As used herein, the term “flow path” refers to a route through which a fluid is capable of being transported between two points. Exemplary flow paths include, but are not limited to, a flowline, a pipeline, a hose, a process facility, a storage vessel, a tanker, a railway tank car, a transport ship or vessel, a trough, a stream, a sewer, a subterranean formation, etc., combinations thereof, or the like.

FIG. 1A illustrates an exemplary well system 10 that may embody or otherwise employ one or more principles of the present disclosure, according to one or more embodiments. As illustrated, the well system 10 may include a service rig 12 that is positioned on the earth's surface 14 and extends over and around a wellbore 16 that penetrates one or more subterranean formations 18. The service rig 12 may be a drilling rig, a completion rig, a workover rig, or the like. In some embodiments, the service rig 12 may be omitted and replaced with a standard surface wellhead completion or installation. Moreover, while the well system 10 is depicted as a land-based operation, it will be appreciated that the principles of the present disclosure could equally be applied in any sea-based or sub-sea application where the service rig 12 may be a floating platform or sub-surface wellhead installation, as generally known in the art.

The wellbore 16 may be drilled into the subterranean formation 18 using any suitable drilling technique and may extend in a substantially vertical direction away from the earth's surface 14. Although not illustrated, at some point the wellbore 16 may deviate from vertical relative to the earth's surface 14 and transition from the substantially vertical direction into a substantially horizontal direction.

FIG. 1B illustrates an enlarged cross-sectional view of the wellbore 16 in the formation 18. As illustrated, the wellbore 16 may be at least partially lined with casing 20, which may comprises a string of metal tubulars connected end to end and secured within the wellbore 16 to provide a protective wellbore lining. The casing 20 can alternatively be replaced with liner or other metallic or non-metallic tubing. Thus, the scope of this disclosure is not limited to use of any particular type of casing. An annulus 22 is defined between the casing 20 and the wellbore 16, and the casing 20 may be secured within the wellbore 16 using cement 24 positioned in the annulus 22, which seals the annulus 22.
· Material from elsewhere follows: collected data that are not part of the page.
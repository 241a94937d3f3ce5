"""The ``halfrail`` command: parses options, calls the library, prints what it wrote.

Defaults come from the library (:class:`sim.render.RenderOptions`), never restated here.
"""

from __future__ import annotations

import argparse
import gc
import os
import sys

from sim.errors import HalfrailError
from sim.render import QUALITIES, SOLVERS, RenderOptions

CAUTION = ("Caution: start playback at a low volume, especially on headphones. These circuits "
           "are meant for batteries or an isolated, certified low-voltage adapter.")


#: One-line help of the commands whose options are only added when that command runs
#: (their defaults live in modules that import Pillow or scipy.optimize).
COMMAND_HELP = {
    "diff": "compare two variants: pitch shift, level change, A-then-B WAV",
    "play": "render in memory and play through the sound card (starts low)",
    "sweep": "render a parameter at steps: pitch table, plot, WAV of steps",
    "spread": "render builds drawn from the parts' tolerances: pitch spread, histogram, "
              "sensitivities",
    "tune": "find the value of a part that puts the pitch on a note, snapped to E-series values",
    "check": "check the wiring rules before soldering (exit 1 on errors)",
    "sheet": "write the build sheet: packages, pins, wiring, parts list",
}


def _command_of(argv: list[str]) -> str | None:
    """The command ``argv`` names (its first word), or None (none yet, or ``--help``)."""
    return argv[0] if argv and not argv[0].startswith("-") else None


def _parser(command: str | None = None) -> argparse.ArgumentParser:
    """The command line parser. With ``command`` (``"render"``...), the options of the other
    commands that import more of the library are left out (they are listed, with their
    help), so a command starts without importing what only another one needs."""
    d = RenderOptions()
    top = argparse.ArgumentParser(
        prog="halfrail",
        description="Hear and measure an analog circuit of CMOS inverters before you solder it.")
    sub = top.add_subparsers(dest="command", required=True, metavar="COMMAND")

    r = sub.add_parser("render", help="simulate a patch and write a WAV, plots and a JSON report",
                       description="Simulate PATCH from power-on and write DIR/<patch>.wav, "
                                   ".png (waveforms), .spectrum.png and .json (measures).")
    r.add_argument("patch", metavar="PATCH", help="patch file (YAML)")
    r.add_argument("--seconds", type=float, default=d.seconds, metavar="S",
                   help=f"seconds of audio to keep (default {d.seconds:g})")
    r.add_argument("--settle", type=float, default=d.settle, metavar="S",
                   help=f"seconds simulated after power-on before keeping (default {d.settle:g}; "
                        "0 keeps the power-on transient)")
    _add_out_option(r)
    r.add_argument("--set", action="append", default=[], metavar="REF.param=value", dest="overrides",
                   help="override a part parameter, e.g. R3.value=47k or supply.volts=7.5 "
                        "(repeatable)")
    r.add_argument("--rate", type=int, default=d.rate_hz, metavar="HZ",
                   help=f"WAV sample rate (default {d.rate_hz})")
    r.add_argument("--full-scale", type=float, default=d.full_scale_volts, metavar="V",
                   help=f"volts at the listening point that make a full-scale sample "
                        f"(default {d.full_scale_volts:g}; fixed so variants compare)")
    r.add_argument("--normalize", action="store_true", help="scale the WAV's peak to -1 dBFS instead")
    r.add_argument("--solver", choices=SOLVERS, default=d.solver,
                   help="compiled (default) or reference (scipy Radau: slow, for cross-checks)")
    _add_quality_option(r, d)
    r.add_argument("--quiet", action="store_true", help="no progress bar")
    r.add_argument("--verbose", action="store_true", help="print the solver's work counters")
    r.add_argument("--move", action="append", default=[], metavar="REF.param=START:STOP",
                   dest="moves",
                   help="turn a parameter linearly from START to STOP over the kept seconds, "
                        "in one continuous simulation, e.g. RV1.position=0:1 (repeatable)")

    k = sub.add_parser("kinds", help="list the kinds of parts and their parameters")
    k.add_argument("kind", nargs="?", help="one kind to describe in full")
    builders = {("check", "sheet"): lambda: _add_check_parsers(sub),
                ("diff",): lambda: _add_diff_parser(sub, d),
                ("play",): lambda: _add_play_parser(sub, d),
                ("sweep",): lambda: _add_sweep_parser(sub, d),
                ("spread",): lambda: _add_spread_parser(sub, d),
                ("tune",): lambda: _add_tune_parser(sub, d)}
    for names, build in builders.items():
        if command is None or command in names:
            build()
        else:
            for name in names:
                sub.add_parser(name, help=COMMAND_HELP[name])
    return top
As illustrated, a sensor system 100 may be positioned in the annulus 22, for instance, during the construction of the wellbore 16. As illustrated, the sensor system 100 may include a plurality of sensors 101 communicably coupled to a control line 28 that may supply power to the sensors 101 from a source located on the surface 14 or a location downhole. The control line 28 and the sensor system 100 may be secured within the annulus 22 with the cement 24. The sensors 101 may be deployed as a function of depth during the deployment of the casing 20.

The control line 28 may also facilitate communication to remote locations, such as the surface 14 (FIG. 1A). Accordingly, the control line 28 may be or otherwise include one or more transmission media such as, but not limited to, optical fibers, electrical wires, or the like, via which the output of the sensors 101 may transmitted to the surface 14 for processing and/or control signals from the surface 14 may be transmitted to the sensor system 100 for controlling operation thereof.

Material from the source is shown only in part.